À un moment donné, assis dans le salon, j'ai lâché «wow»! J'étais en train de lire le chapitre sur le neuvième round du premier combat entre Arturo Gatti et Micky Ward et j'étais non seulement dans le ring avec les deux hommes, j'étais dans leur cerveau endolori, dans leur foie matraqué, dans leurs tripes et je partageais leur instinct de survie.

J'étais plongé dans ce brasier sans me soucier des coupures faites par les éditeurs pour que le livre, dense et bouleversant, tienne dans 502 pages.
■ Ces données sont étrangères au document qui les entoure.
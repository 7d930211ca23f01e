import assert from "node:assert/strict";
import { parseScenario } from "../../src/model/parse_scenario.ts";
import type { Scenario } from "../../src/model/scenario_schema.ts";
import { LIBRARY_MATERIAL_IDS } from "../../src/network/simulate_scenario.ts";
import { optimizeBalance } from "../../src/optimize/balance.ts";
import {
  type ChangePlan,
  IMBALANCE_TOLERANCE_PERCENT,
  planChanges,
  shortShotAtFirstFull,
} from "../../src/optimize/change_list.ts";
import { currentDesign, type DesignSpace, designSpace } from "../../src/optimize/design_space.ts";
import { type DesignEvaluation, evaluateDesign } from "../../src/optimize/evaluate_design.ts";
import { assertClose } from "../assert_close.ts";
import { familyLayout } from "../support/family_layout.ts";

/**
 * The change plan is the optimizer's own step: counted, stoppable. A new tool's plan lists
 * the sizes to cut; an existing tool's steps are ordered so that each can be checked on
 * the press, with each cavity's predicted short shot when the first cavity is full.
 */

function parse(wire: unknown): Scenario {
  const parsed = parseScenario(wire, { materialIds: LIBRARY_MATERIAL_IDS });
  assert.ok(parsed.ok, JSON.stringify(!parsed.ok && parsed.issues));
  return parsed.scenario;
}

function evaluate(space: DesignSpace, x: Float64Array): DesignEvaluation {
  const e = evaluateDesign(space, x);
  assert.ok(e.ok, !e.ok ? e.message : "");
  return e.evaluation;
}

/**
 * A generated 4-cavity family in `mode`, and a target design: the sizes alternately 10 %
 * larger and 10 % smaller than today's (so an existing tool needs steel added for some).
 */
function fixture(mode: Scenario["goals"]["mode"]) {
  const scenario = parse(familyLayout(4, { seed: 1 }));
  scenario.goals.mode = mode;
  const space = designSpace(scenario);
  const today = currentDesign(space);
  const x = today.map((v, j) => {
    const b = space.variables[j];
    return Math.min(b.upper, Math.max(b.lower, v * (j % 2 === 0 ? 1.1 : 0.9)));
  });
  return { space, before: evaluate(space, today), after: evaluate(space, x) };
}

/** Each step's design: today's sizes with every change up to and including that step. */
function stepDesigns(space: DesignSpace, before: DesignEvaluation, plan: ChangePlan) {
  const index = new Map(space.variables.map((v, j) => [v.element, j]));
  const x = Float64Array.from(before.x);
  const designs = new Map<number, Float64Array>();
  for (const s of plan.steps) {
    x[index.get(s.element)!] = s.to;
    designs.set(s.step, Float64Array.from(x));
  }
  return designs;
}

/** What a plan of an existing tool must hold whatever the order chosen. */
function assertCheckable(plan: ChangePlan, before: DesignEvaluation, after: DesignEvaluation) {
  assert.ok(plan.start, "an existing tool's plan has step 0");
  assert.equal(plan.start.imbalancePercent, before.imbalancePercent);
  const numbers = plan.steps.map((s) => s.step);
  // Steps are numbered 1, 2, … in order; changes cut together share one number.
  assert.equal(numbers[0], 1);
  for (let k = 1; k < numbers.length; k++) {
    assert.ok(numbers[k] === numbers[k - 1] || numbers[k] === numbers[k - 1] + 1, `${numbers}`);
  }
  for (const s of plan.steps) {
    const group = plan.steps.filter((t) => t.step === s.step);
    assert.equal(s.together, group.length > 1, `step ${s.step}`);
    // One step, one tool state: every change of a group carries the same figures.
    assert.equal(s.after, group[0].after);
    assert.equal(s.action, s.to >= s.from ? "enlarge" : "add_steel");
    assert.equal(s.steelSafe, s.to >= s.from);
    // Never above today's imbalance unless the step says so, and why.
    const above = s.after.imbalancePercent > before.imbalancePercent + IMBALANCE_TOLERANCE_PERCENT;
    assert.equal(s.aboveStart, above, `step ${s.step}: ${s.after.imbalancePercent} %`);
    if (above) assert.ok((s.aboveStartReason ?? "").length > 20, `step ${s.step} says why`);
    else assert.equal(s.aboveStartReason, undefined);
  }
  const last = plan.steps.at(-1)!.after;
  assertClose(last.imbalancePercent, after.imbalancePercent, { rel: 1e-12, what: "last step" });
  assertClose(last.runnerVolume, after.runnerVolume, { rel: 1e-12, what: "last step volume" });
}

Deno.test("change plan, new tool: every size 'cut to', never steel added, no simulation", async () => {
  const { space, before, after } = fixture("new_tool");
  const changed = space.variables.filter((_, j) => after.x[j] !== before.x[j]).length;
  assert.ok(changed >= 2);
  assert.ok(space.variables.some((_, j) => after.x[j] < before.x[j]), "some sizes are smaller");
  const plan = await planChanges(space, before, after, undefined);
  assert.equal(plan.complete, true);
  assert.equal(plan.simulations, 0);
  assert.equal(plan.start, undefined, "no today's tool");
  assert.equal(plan.steps.length, changed);
  for (const s of plan.steps) {
    assert.equal(s.action, "cut_to");
    assert.equal(s.steelSafe, true);
    assert.equal(s.aboveStart, false);
    // Nothing is cut in between: the figures are the final design's own simulation.
    assert.equal(s.after.imbalancePercent, after.imbalancePercent);
  }
  assert.deepEqual(plan.steps.map((s) => s.step), plan.steps.map((_, k) => k + 1));
});

Deno.test("change plan, trim: each step checkable, figures of its own simulation", async () => {
  const { space, before, after } = fixture("trim");
  const plan = await planChanges(space, before, after, undefined);
  assert.equal(plan.complete, true);
  assert.ok(plan.steps.some((s) => s.action === "add_steel"), "a trim fixture adds steel");
  const changed = space.variables.filter((_, j) => after.x[j] !== before.x[j]).length;
  assert.equal(new Set(plan.steps.map((s) => s.element)).size, changed, "each element once");
  assert.equal(plan.steps.length, changed);
  assertCheckable(plan, before, after);
  // Each step's figures are a simulation of today's tool with that step and all before it.
  for (const [step, x] of stepDesigns(space, before, plan)) {
    const e = evaluate(space, x);
    const s = plan.steps.find((t) => t.step === step)!;
    assertClose(s.after.imbalancePercent, e.imbalancePercent, { rel: 1e-12, what: `step ${step}` });
  }
  // At most every single and every pair per round, and the final design never re-simulated.
  const n = changed;
  assert.ok(plan.simulations > 0 && plan.simulations <= n * n * n, `${plan.simulations}`);
});

/**
 * Mass balance at the instant t₁ the first cavity is full, rate-controlled fill
 * (injection rate Q constant): the screw has pushed Q·t₁ of melt. The hot runner (a hot
 * drop) and the cold feed system are full by then (the first cavity is fed through its
 * runners and every partly filled cavity through its own), the rest sits in the cavities:
 * Q·t₁ = V_hot + V_cold + Σ fᵢ·Vᵢ. Weighed as solid, ×ρ_solid:
 * Σ short-shot masses + cold runner mass = ρ_solid·(Q·t₁ − V_hot).
 * And the first cavity full is 100 % by definition.
 */
function assertShotBalance(e: DesignEvaluation, what: string) {
  const density = e.run.material.solidDensity;
  const shot = shortShotAtFirstFull(e, density);
  const hot = e.network.feedSystemVolume - e.network.coldRunnerVolume;
  const expected = density * (e.fill.injectionRate * shot.time - hot);
  const masses = shot.cavities.reduce((sum, c) => sum + c.mass, 0);
  assertClose(masses + density * e.network.coldRunnerVolume, expected, { rel: 1e-6, what });
  assertClose(Math.max(...shot.cavities.map((c) => c.fill)), 1, { abs: 1e-9, what });
  const first = e.fillTimes.indexOf(Math.min(...e.fillTimes));
  assertClose(shot.cavities[first].fill, 1, { abs: 1e-9, what: `${what}: first-full cavity` });
  for (const c of shot.cavities) assert.ok(c.fill >= 0 && c.fill <= 1 + 1e-9, what);
}

Deno.test("short shot at first full: 100 % in the first cavity; parts + runner = the shot (sprue and hot drop)", async () => {
  const { space, before, after } = fixture("trim");
  assertShotBalance(before, "family today");
  assertShotBalance(after, "family target");
  const hotDrop = await hotDropSpace();
  const x = currentDesign(hotDrop).map((v, j) => j === 0 ? v * 0.8 : v);
  const oneSmaller = evaluate(hotDrop, x);
  assert.ok(oneSmaller.network.feedSystemVolume > oneSmaller.network.coldRunnerVolume, "hot");
  assertShotBalance(oneSmaller, "hot drop, one runner smaller");
  // Today's hot-drop tool is balanced: every cap is full together, after switchover.
  assertShotBalance(evaluate(hotDrop, currentDesign(hotDrop)), "hot drop today");
  // The plan's step figures are the same numbers, step 0 included.
  const plan = await planChanges(space, before, after, undefined);
  const density = before.run.material.solidDensity;
  assert.deepEqual(plan.start!.shortShot, shortShotAtFirstFull(before, density).cavities);
  for (const [step, design] of stepDesigns(space, before, plan)) {
    const e = evaluate(space, design);
    const s = plan.steps.find((t) => t.step === step)!;
    const shot = shortShotAtFirstFull(e, density);
    assertClose(s.after.firstFullTime, shot.time, { rel: 1e-12, what: `step ${step} t₁` });
    s.after.shortShot.forEach((c, i) =>
      assertClose(c.mass, shot.cavities[i].mass, { rel: 1e-12, what: `step ${step} ${c.cavity}` })
    );
  }
});

async function hotDropSpace(): Promise<DesignSpace> {
  const url = new URL("../../scenarios/hot_drop_eight_caps.json", import.meta.url);
  return designSpace(parse(JSON.parse(await Deno.readTextFile(url))));
}

Deno.test("change plan, hot drop: symmetric like changes are cut together and keep the balance", async () => {
  const space = await hotDropSpace();
  const today = currentDesign(space);
  // Every end runner one cutter smaller and every gate a step larger: alike by level.
  const x = today.map((v, j) => {
    const variable = space.variables[j];
    if (variable.kind === "gate") return v + 0.1e-3;
    return /^R[LR][UD].$/.test(variable.element) ? v - 1e-3 : v;
  });
  const before = evaluate(space, today);
  const after = evaluate(space, x);
  // The tree is symmetric: today, and any set of like changes, fill every cap together.
  assert.ok(before.imbalancePercent < IMBALANCE_TOLERANCE_PERCENT);
  const single = Float64Array.from(today);
  single[space.variables.findIndex((v) => v.kind === "gate")] += 0.1e-3;
  assert.ok(evaluate(space, single).imbalancePercent > 10 * IMBALANCE_TOLERANCE_PERCENT);
  const plan = await planChanges(space, before, after, undefined);
  assert.equal(plan.complete, true);
  assertCheckable(plan, before, after);
  assert.equal(plan.steps.length, 16);
  assert.ok(plan.steps.every((s) => !s.aboveStart), "every step as balanced as today");
  // Two steps: the eight runners together and the eight gates together.
  assert.deepEqual(new Set(plan.steps.map((s) => s.step)), new Set([1, 2]));
  for (const step of [1, 2]) {
    const kinds = new Set(plan.steps.filter((s) => s.step === step).map((s) => s.kind));
    assert.equal(kinds.size, 1, `step ${step} is one kind of change`);
  }
});

Deno.test("change plan: a pair that no single change can stand in for is one step, cut together", async () => {
  const space = await hotDropSpace();
  const today = currentDesign(space);
  const before = evaluate(space, today);
  const gate = space.variables.findIndex((v) => v.element === "G1");
  const runner = space.variables.findIndex((v) => v.element === "RLUo");
  // Unlike changes that compensate: cap C1's gate a step larger, the runner to it smaller,
  // by the reduction (of four tried) that leaves the two together closest to balance.
  const pairOf = (reduction: number) => {
    const x = Float64Array.from(today);
    x[gate] += 0.1e-3;
    x[runner] -= reduction;
    return evaluate(space, x);
  };
  const after = [0.25e-3, 0.5e-3, 0.75e-3, 1e-3].map(pairOf)
    .sort((a, b) => a.imbalancePercent - b.imbalancePercent)[0];
  const alone = [gate, runner].map((j) => {
    const y = Float64Array.from(today);
    y[j] = after.x[j];
    return evaluate(space, y).imbalancePercent;
  });
  // The fixture's premise, checked: each alone unbalances more than both together.
  assert.ok(
    alone.every((i) => i > after.imbalancePercent + IMBALANCE_TOLERANCE_PERCENT),
    `${alone} vs ${after.imbalancePercent}`,
  );
  const plan = await planChanges(space, before, after, undefined);
  assert.equal(plan.steps.length, 2);
  assert.deepEqual(plan.steps.map((s) => s.step), [1, 1]);
  assert.ok(plan.steps.every((s) => s.together));
  assertCheckable(plan, before, after);
});

Deno.test("change plan: an aborted signal stops it before any simulation; a past deadline too", async () => {
  const { space, before, after } = fixture("trim");
  const controller = new AbortController();
  controller.abort();
  const cancelled = await planChanges(space, before, after, undefined, {
    signal: controller.signal,
  });
  assert.equal(cancelled.complete, false);
  assert.equal(cancelled.stopped, "cancelled");
  assert.equal(cancelled.simulations, 0);
  assert.equal(cancelled.steps.length, 0);
  const late = await planChanges(space, before, after, undefined, { deadline: Date.now() - 1 });
  assert.equal(late.stopped, "deadline");
  assert.equal(late.complete, false);
  assert.equal(late.simulations, 0);
});

Deno.test("change plan: a signal aborted from a timer mid-plan stops it between simulations", async () => {
  const { space, before, after } = fixture("trim");
  const full = (await planChanges(space, before, after, undefined)).simulations;
  const controller = new AbortController();
  // The plan yields to the event loop between simulations, so this timer runs during it.
  let seen = 0;
  const timer = setInterval(() => {
    if (++seen === 2) controller.abort();
  }, 0);
  const plan = await planChanges(space, before, after, undefined, { signal: controller.signal });
  clearInterval(timer);
  assert.equal(plan.complete, false);
  assert.equal(plan.stopped, "cancelled");
  assert.ok(plan.simulations < full, `${plan.simulations} of ${full} simulations`);
});

Deno.test("optimize: the change plan's simulations are counted in the run; withoutChanges says so", async () => {
  const scenario = parse(familyLayout(4, { seed: 1 }));
  scenario.goals.cutters = "continuous";
  const bare = await optimizeBalance(scenario, { maxIterations: 2, withoutChanges: true });
  assert.ok(bare.ok, !bare.ok ? `${bare.code}: ${bare.message}` : "");
  assert.equal(bare.outcome.changes, undefined);
  assert.equal(bare.outcome.changesOmitted, "not asked for");
  const steps: string[] = [];
  const planned = await optimizeBalance(scenario, {
    maxIterations: 2,
    onStep: (step) => steps.push(step),
  });
  assert.ok(planned.ok);
  assert.ok(steps.includes("changes"));
  const plan = planned.outcome.changes;
  assert.ok(plan, planned.outcome.changesOmitted);
  assert.equal(planned.outcome.simulations, bare.outcome.simulations + plan.simulations);
});
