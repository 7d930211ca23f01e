/**
 * Plain rounding of a continuous optimum and an independent judge of a design, for the
 * snapping tests: runners to the nearest cutter of the metric ball-end series, gates to the
 * nearest 0.05 mm (both common practice, no source; the series is checked in
 * `cutters_test.ts`); the judge re-simulates the sizes written back into the scenario and
 * counts the scenario's own goals it breaks.
 *
 * @module
 */
import assert from "node:assert/strict";
import { materialById } from "../../src/materials/library.ts";
import { parseScenarioText } from "../../src/model/parse_scenario.ts";
import type { Scenario } from "../../src/model/scenario_schema.ts";
import { LIBRARY_MATERIAL_IDS, runScenario } from "../../src/network/simulate_scenario.ts";
import { cutterCatalogue } from "../../src/optimize/cutters.ts";
import { applyDesign, type DesignSpace } from "../../src/optimize/design_space.ts";

export function load(url: URL): Scenario {
  const parsed = parseScenarioText(Deno.readTextFileSync(url), {
    materialIds: LIBRARY_MATERIAL_IDS,
  });
  assert.ok(parsed.ok, JSON.stringify(!parsed.ok && parsed.issues));
  return parsed.scenario;
}

/** A design re-simulated from scratch and judged against the scenario's own goals. */
export function judge(scenario: Scenario, space: DesignSpace, x: ArrayLike<number>) {
  const run = runScenario(applyDesign(space, x));
  assert.ok(run.ok, JSON.stringify(!run.ok && run));
  const fill = run.run.fill;
  const goals = scenario.goals;
  const times = fill.cavities.map((c) => c.fillTime);
  const imbalance = (Math.max(...times) - Math.min(...times)) / Math.max(...times) * 100;
  const material = typeof scenario.material === "string"
    ? materialById(scenario.material)!
    : scenario.material;
  const shearLimit = goals.gate_shear_limit_1_s ?? material.max_shear_rate_1_s;
  const pressureLimit = goals.max_pressure_fraction *
    scenario.machine.max_injection_pressure_MPa * 1e6;
  const broken = [
    ...(imbalance > goals.max_imbalance_percent ? ["imbalance"] : []),
    ...fill.cavities.filter((c) => c.gateShearRatePeak > shearLimit).map((c) => `${c.id} shear`),
    ...(fill.feedPressurePeak > pressureLimit ? ["pressure"] : []),
  ];
  return { imbalance, broken, text: `${imbalance.toFixed(3)} % [${broken.join(", ")}]` };
}

/** Runners to the nearest metric cutter, gates to the nearest 0.05 mm. */
export function plainRounding(space: DesignSpace, x: ArrayLike<number>): Float64Array {
  const catalogue = cutterCatalogue("metric");
  assert.equal(catalogue.kind, "discrete");
  if (catalogue.kind !== "discrete") throw new Error("unreachable");
  const step = 0.05e-3;
  return Float64Array.from(space.variables, (v, j) => {
    if (v.kind === "gate") return Math.round(x[j] / step) * step;
    return catalogue.cutters.map((c) => c.size).reduce((a, b) =>
      Math.abs(b - x[j]) < Math.abs(a - x[j]) ? b : a
    );
  });
}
Et si parfois, certaines lourdeurs dans le style auraient pu m'agacer dans un autre livre, cette fois, elles ne faisaient que mieux faire entrer en moi la tragédie noire d'Arturo Gatti.

Jacques Pothier, un passionné pur et dur, a quitté deux emplois bien tranquilles à CKRS et comme facteur au Saguenay, où il a vécu pendant 18 ans, et il a pondu une formidable biographie de Stéphane Ouellet. Mais Ouellet, il le connaissait bien. Quand il s'est lancé à la recherche d'Arturo Gatti, il partait vers un boxeur qu'il avait admiré. Il a vite réalisé que c'est un terrible roman noir qu'il devrait écrire. Arturo Gatti était un alcoolique défoncé et un drogué et toxicomane profondément malheureux. Avec des tendances suicidaires plusieurs fois exprimées.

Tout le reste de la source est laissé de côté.